TASK PROMPT. Write out again the entries from the first line to the line that includes "from hypothesis import given, settings", keeping both of those lines.

---------------

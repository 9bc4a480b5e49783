"""Structure analysis: controllability, observability, PBH flags per pole, conditioning.

Every numeric check names its outside reference in a comment.
"""

import math

import numpy as np
import pytest
import sympy
from hypothesis import given, settings
from hypothesis import strategies as st

from gainboard.core import (
    Plant,
    PlantError,
    WEAK_STRUCTURE_MARGIN,
    analyze_structure,
    controllability_matrix,
    controllability_staircase,
    discretize_zero_order_hold,
    match_poles,
    observability_matrix,
    rank_tolerance,
)


def _random_orthogonal(rng, n):
    q, r = np.linalg.qr(rng.standard_normal((n, n)))
    return q * np.sign(np.diag(r))


# -- matrices and tolerance ---------------------------------------------------------------------


def test_controllability_matrix_of_case_1_matches_powers_of_A():
    A = np.array([[0.0, 1.0, 0.0], [0.0, 0.0, 1.0], [-1.0, -5.0, -6.0]])
    b = np.array([[0.0], [0.0], [1.0]])
    # definition [B, AB, A²B] (Kalman; Ogata, Modern Control Engineering, 5th ed., ch. 9, from memory),
    # with numpy.linalg.matrix_power as the reference for the powers, and the columns by hand:
    # Ab = [0, 1, −6], A²b = [1, −6, 31]
    expected = np.hstack([np.linalg.matrix_power(A, k) @ b for k in range(3)])
    np.testing.assert_array_equal(controllability_matrix(A, b), expected)
    np.testing.assert_array_equal(expected[:, 2], [1.0, -6.0, 31.0])


def test_observability_matrix_is_the_dual_stack():
    A = np.array([[0.0, 1.0], [-2.0, -3.0]])
    C = np.array([[1.0, 1.0]])
    # definition [C; CA] (Kalman duality; Ogata ch. 9, from memory): CA = [−2, −2] by hand
    np.testing.assert_array_equal(observability_matrix(A, C), [[1.0, 1.0], [-2.0, -2.0]])


def test_rank_tolerance_is_numpys_default_rank_threshold(rng):
    matrix = rng.standard_normal((4, 6))
    singular = np.linalg.svd(matrix, compute_uv=False)
    # numpy.linalg.matrix_rank documents its default tolerance S.max() * max(M, N) * eps (numpy as reference)
    assert rank_tolerance(matrix) == pytest.approx(singular[0] * 6 * np.finfo(float).eps, rel=1e-14)
    assert rank_tolerance(matrix, steps=3) == pytest.approx(3 * rank_tolerance(matrix), rel=1e-14)


def test_structure_functions_refuse_mismatched_shapes():
    with pytest.raises(PlantError, match="B has 3 rows but A is 2×2; B must be 2×m"):
        controllability_matrix(np.eye(2), np.ones((3, 1)))
    with pytest.raises(PlantError, match="C has 3 columns but A is 2×2; C must be p×2"):
        observability_matrix(np.eye(2), np.ones((1, 3)))
    with pytest.raises(PlantError, match="A is 2×3 but must be square"):
        controllability_staircase(np.ones((2, 3)), np.ones((2, 1)))


# -- repeated poles and PBH ---------------------------------------------------------------------


def test_identity_plant_with_one_input_has_one_movable_and_one_fixed_pole():
    report = analyze_structure(Plant(A=np.eye(2), B=[[1.0], [0.0]]))
    # PBH test (Hautus 1969; Kailath, Linear Systems, 1980, sec. 2.4, from memory): rank [0·I, e1] = 1,
    # so one copy of λ = 1 is fixed; Kalman: [e1, e1] has rank 1
    assert report.controllable_rank == 1 and not report.controllable
    assert report.open_loop_poles.tolist() == [1 + 0j, 1 + 0j]
    assert report.pole_movable == (True, False)
    assert report.uncontrollable_poles.tolist() == [1 + 0j]
    assert report.pole_controllability_margins[1] == 0.0


def test_block_plant_flags_the_block_that_the_input_cannot_reach(rng):
    # invented scenario: two decoupled second-order parts, the input drives only the first
    A = np.zeros((4, 4))
    A[:2, :2] = [[0.0, 1.0], [-2.0, -3.0]]  # poles −1, −2
    A[2:, 2:] = [[0.0, 1.0], [-5.0, -2.0]]  # poles −1 ± 2j
    B = np.array([[0.0], [1.0], [0.0], [0.0]])
    C = np.array([[1.0, 1.0, 1.0, 0.0]])  # x1 + x2 cancels the mode at −1 (eigenvector [1, −1])
    Q = _random_orthogonal(rng, 4)
    for A_used, B_used, C_used in ((A, B, C), (Q.T @ A @ Q, Q.T @ B, C @ Q)):
        report = analyze_structure(Plant(A=A_used, B=B_used, C=C_used))
        # roots of s² + 3s + 2 and s² + 2s + 5 by the quadratic formula (by hand); the second block is not
        # reached by B, so by the PBH test (Hautus 1969, from memory) exactly its poles are fixed
        _, _, errors = match_poles([-2.0, -1.0, -1 + 2j, -1 - 2j], report.open_loop_poles)
        assert np.max(errors) < 1e-12
        np.testing.assert_allclose(report.uncontrollable_poles, [-1 + 2j, -1 - 2j], atol=1e-12)
        assert report.controllable_rank == 2
        for pole, movable in zip(report.open_loop_poles, report.pole_movable):
            assert movable == (abs(pole.imag) < 1e-9)
        # PBH for observability (dual test): C·[1, −1, 0, 0] = 0 hides the pole at −1 (by hand)
        np.testing.assert_allclose(report.unobservable_poles, [-1.0], atol=1e-12)
        assert report.observable_rank == 3 and not report.observable


def test_uncontrollable_jordan_block_is_found_after_a_rotation(rng):
    # a 2×2 Jordan block at −1 that the input does not reach, plus a reached pole at −3
    A = np.array([[-1.0, 1.0, 0.0], [0.0, -1.0, 0.0], [0.0, 0.0, -3.0]])
    B = np.array([[0.0], [0.0], [1.0]])
    for _ in range(5):
        Q = _random_orthogonal(rng, 3)
        report = analyze_structure(Plant(A=Q.T @ A @ Q, B=Q.T @ B))
        # Kalman decomposition (Kalman 1963, from memory): both copies of −1 are fixed, whatever the basis;
        # a defective double eigenvalue is only computable to about √eps (Wilkinson 1965, from memory)
        assert report.controllable_rank == 1
        assert sum(report.pole_movable) == 1
        np.testing.assert_allclose(report.uncontrollable_poles, [-1.0, -1.0], atol=1e-6)


def test_diagonal_plant_with_spread_poles_is_controllable_though_its_controllability_matrix_looks_singular():
    n = 20
    A = np.diag(np.arange(1.0, n + 1.0))
    b = np.ones((n, 1))
    report = analyze_structure(Plant(A=A, B=b))
    # Gilbert's criterion (Gilbert 1963, SIAM J. Control 1, from memory): diagonal A with distinct entries
    # and no zero row in B is controllable
    assert report.controllable and report.controllable_rank == n
    # while the rank of the (Vandermonde) controllability matrix is lost in rounding: numpy as reference
    assert np.linalg.matrix_rank(controllability_matrix(A, b)) < n
    assert math.isinf(report.controllability_matrix_condition)


def test_chain_of_integrators_is_controllable_from_the_bottom_but_not_the_top():
    n = 10
    A = np.diag(np.ones(n - 1), 1)
    bottom = np.zeros((n, 1))
    bottom[-1] = 1.0
    top = np.zeros((n, 1))
    top[0] = 1.0
    # controllable canonical form (Ogata ch. 10, from memory): input at the end of the chain reaches all
    assert analyze_structure(Plant(A=A, B=bottom)).controllable_rank == n
    # by hand: A e1 = 0, so the Krylov space of e1 is one-dimensional
    report = analyze_structure(Plant(A=A, B=top))
    assert report.controllable_rank == 1 and sum(report.pole_movable) == 1


# -- plants: unstable, sampled, nearly uncontrollable -------------------------------------------


@pytest.mark.parametrize("omega0", [0.5, 3.0, 20.0])
def test_inverted_pendulum_like_plant_is_controllable_and_observable_from_angle(omega0):
    # invented scenario: linearised inverted pendulum θ'' = ω0² θ + u, angle measured
    plant = Plant(A=[[0.0, 1.0], [omega0**2, 0.0]], B=[[0.0], [1.0]], C=[[1.0, 0.0]])
    report = analyze_structure(plant)
    # characteristic equation s² − ω0² = 0 (by hand): poles ±ω0
    np.testing.assert_allclose(report.open_loop_poles, [-omega0, omega0], rtol=1e-13)
    # Kalman rank: [b, Ab] = [[0, 1], [1, 0]] and [c; cA] = I (by hand)
    assert report.controllable and report.observable
    assert report.pole_movable == (True, True) and not report.nearly_uncontrollable


def test_sampled_double_integrator_is_controllable():
    plant = discretize_zero_order_hold(Plant(A=[[0.0, 1.0], [0.0, 0.0]], B=[[0.0], [1.0]]), 0.2)
    report = analyze_structure(plant)
    # Φ = [[1, T], [0, 1]], Γ = [T²/2, T] (Franklin, Powell & Workman, 3rd ed., ch. 4, from memory):
    # double pole at z = 1, and [Γ, ΦΓ] is non-singular for T > 0 (by hand: det = −T³)
    np.testing.assert_allclose(report.open_loop_poles, [1.0, 1.0], atol=1e-12)
    assert report.controllable and report.pole_movable == (True, True)


def test_sampling_an_oscillator_at_half_its_period_loses_controllability():
    omega = 2.0
    oscillator = Plant(A=[[0.0, 1.0], [-(omega**2), 0.0]], B=[[0.0], [1.0]])
    sampled = discretize_zero_order_hold(oscillator, math.pi / omega)
    report = analyze_structure(sampled)
    # pathological sampling (Kalman, Ho & Narendra 1963; Åström & Wittenmark, Computer-Controlled Systems,
    # 3rd ed., ch. 2, from memory): T = π/ω gives Φ = −I, so one of the two poles at z = −1 is fixed
    np.testing.assert_allclose(report.open_loop_poles, [-1.0, -1.0], atol=1e-12)
    assert report.controllable_rank == 1
    assert sorted(report.pole_movable) == [False, True]
    # any other sampling time keeps the oscillator controllable (same references)
    assert analyze_structure(discretize_zero_order_hold(oscillator, 0.3)).controllable


def test_nearly_uncontrollable_pole_has_a_small_pbh_margin():
    delta = 1e-9
    report = analyze_structure(Plant(A=np.diag([-1.0, -2.0]), B=[[1.0], [delta]]))
    # PBH margin σ_min([λI − A, B̂])/‖A‖ at λ = −2 with B̂ = B·‖A‖/‖B‖: the 2×3 matrix [[−1, 0, 2], [0, 0, 2δ]]
    # has smallest singular value 2δ/√5 to first order (derived by hand from its 2×2 Gram matrix);
    # relative to ‖A‖ = 2 that is δ/√5. Eising 1984 (Systems & Control Letters 4, from memory) uses σ_min of
    # the PBH matrix as the distance to uncontrollability.
    assert report.controllable
    assert report.pole_controllability_margins[0] == pytest.approx(delta / math.sqrt(5.0), rel=1e-6)
    assert report.controllability_margin < WEAK_STRUCTURE_MARGIN and report.nearly_uncontrollable
    assert not analyze_structure(Plant(A=np.diag([-1.0, -2.0]), B=[[1.0], [0.5]])).nearly_uncontrollable


def test_margins_do_not_depend_on_input_units():
    A = np.array([[0.0, 1.0], [-2.0, -0.5]])
    B = np.array([[0.0], [1.0]])
    base = analyze_structure(Plant(A=A, B=B))
    scaled = analyze_structure(Plant(A=A, B=1e-6 * B))
    # changing the input's unit (B → cB) does not change what feedback can do (common practice, no source)
    np.testing.assert_allclose(base.pole_controllability_margins, scaled.pole_controllability_margins, rtol=1e-9)


# -- against exact ranks ------------------------------------------------------------------------


@settings(max_examples=50, deadline=None)
@given(
    seed=st.integers(0, 2**32 - 1),
    n=st.integers(1, 5),
    m=st.integers(1, 2),
    zeros=st.floats(0.0, 0.7),
)
def test_ranks_match_sympys_exact_rank_of_the_integer_controllability_matrix(seed, n, m, zeros):
    rng = np.random.default_rng(seed)
    # small integer plants with many zeros, so that rank-deficient structure is common
    A = rng.integers(-2, 3, (n, n)) * (rng.random((n, n)) > zeros)
    B = rng.integers(-2, 3, (n, m)) * (rng.random((n, m)) > zeros)
    C = rng.integers(-2, 3, (1, n)) * (rng.random((1, n)) > zeros)
    if not B.any() or not C.any():
        B = B.copy()
        C = C.copy()
        B[0, 0] = 1
        C[0, 0] = 1
    report = analyze_structure(Plant(A=A.astype(float), B=B.astype(float), C=C.astype(float)))
    # sympy's exact rational rank of [B, AB, …] and [C; CA; …] as the reference (Kalman rank test)
    exact_A = sympy.Matrix(A.tolist())
    reach = sympy.Matrix.hstack(*[exact_A**k * sympy.Matrix(B.tolist()) for k in range(n)])
    seen = sympy.Matrix.vstack(*[sympy.Matrix(C.tolist()) * exact_A**k for k in range(n)])
    assert report.controllable_rank == reach.rank()
    assert report.observable_rank == seen.rank()
    # the Kalman decomposition fixes exactly n − rank poles (Kalman 1963, from memory)
    assert sum(not movable for movable in report.pole_movable) == n - reach.rank()
    assert sum(not seen_ for seen_ in report.pole_observable) == n - seen.rank()


def test_structure_analysis_runs_each_pbh_svd_once_per_conjugate_pair(monkeypatch, rng):
    # Issue 11 item 7: the staircase check and the report used to run every PBH SVD twice, and once
    # per pole of a conjugate pair (σ([λ̄I − A, B]) = σ([λI − A, B]) for real A, B: conjugate matrices).
    import gainboard.core._structure as structure

    A = rng.normal(size=(6, 6))
    B = rng.normal(size=(6, 2))
    C = rng.normal(size=(1, 6))
    poles = np.linalg.eigvals(A)
    pairs = int(np.sum(poles.imag >= 0))
    svd = np.linalg.svd
    pbh_matrices = []

    def counting_svd(matrix, *args, **kwargs):
        matrix = np.asarray(matrix)
        if matrix.ndim == 3 and matrix.shape[1] == 6:  # a batch of PBH matrices [λI − A, B] (6 rows)
            pbh_matrices.append(matrix.shape[0])
        return svd(matrix, *args, **kwargs)

    monkeypatch.setattr(structure.np.linalg, "svd", counting_svd)
    report = analyze_structure(Plant(A=A, B=B, C=C))
    monkeypatch.undo()
    assert sum(pbh_matrices) == 2 * pairs  # one per pair, for controllability and for observability
    # Reference: numpy's SVD of each PBH matrix, B scaled to ‖A‖ (the definition in StructureReport).
    norm_A = np.linalg.norm(A, 2)
    for pole, margin in zip(report.open_loop_poles, report.pole_controllability_margins):
        matrix = np.hstack([pole * np.eye(6) - A, B * norm_A / np.linalg.norm(B, 2)])
        assert margin == pytest.approx(np.linalg.svd(matrix, compute_uv=False)[-1] / norm_A, rel=1e-9, abs=1e-15)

---------------

REPLY.
repository 9bc4a480b5e49783
"""Structure analysis: controllability, observability, PBH flags per pole, conditioning.

Every numeric check names its outside reference in a comment.
"""

import math

import numpy as np
import pytest
import sympy
from hypothesis import given, settings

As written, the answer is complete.